• TASK DESCRIPTION:
From the data below, copy exactly the lines that lie between the one holding "it lies: the" and the one holding "(of the 3-D", including both, and nothing more.

• Records from a collection:
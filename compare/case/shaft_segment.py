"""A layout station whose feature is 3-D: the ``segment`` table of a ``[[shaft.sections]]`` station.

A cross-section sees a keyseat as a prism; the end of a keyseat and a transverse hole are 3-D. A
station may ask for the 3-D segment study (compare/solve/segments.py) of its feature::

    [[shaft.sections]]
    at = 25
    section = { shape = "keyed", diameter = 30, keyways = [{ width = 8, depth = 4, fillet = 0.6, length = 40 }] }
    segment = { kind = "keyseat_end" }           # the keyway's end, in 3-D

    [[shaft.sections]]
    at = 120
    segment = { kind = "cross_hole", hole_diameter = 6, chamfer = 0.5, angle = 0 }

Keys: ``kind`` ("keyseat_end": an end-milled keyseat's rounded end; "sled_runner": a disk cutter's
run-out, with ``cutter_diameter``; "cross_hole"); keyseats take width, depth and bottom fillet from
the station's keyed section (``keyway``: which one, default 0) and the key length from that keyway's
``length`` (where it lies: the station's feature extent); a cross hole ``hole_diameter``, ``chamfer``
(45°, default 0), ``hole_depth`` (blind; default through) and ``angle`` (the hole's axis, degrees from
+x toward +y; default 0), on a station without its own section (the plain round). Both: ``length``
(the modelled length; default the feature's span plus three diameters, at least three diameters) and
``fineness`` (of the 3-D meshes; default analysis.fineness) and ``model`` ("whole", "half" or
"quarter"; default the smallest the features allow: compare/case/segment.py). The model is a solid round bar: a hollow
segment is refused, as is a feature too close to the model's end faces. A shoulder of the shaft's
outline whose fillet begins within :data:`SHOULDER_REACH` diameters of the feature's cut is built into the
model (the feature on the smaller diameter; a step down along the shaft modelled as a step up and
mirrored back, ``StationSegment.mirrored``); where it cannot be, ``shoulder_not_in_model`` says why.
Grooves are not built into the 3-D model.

• SOLUTION TO THIS EXERCISE:
``length`` (where it lies: the station's feature extent); a cross hole ``hole_diameter``, ``chamfer``
(45°, default 0), ``hole_depth`` (blind; default through) and ``angle`` (the hole's axis, degrees from
+x toward +y; default 0), on a station without its own section (the plain round). Both: ``length``
(the modelled length; default the feature's span plus three diameters, at least three diameters) and
``fineness`` (of the 3-D meshes; default analysis.fineness) and ``model`` ("whole", "half" or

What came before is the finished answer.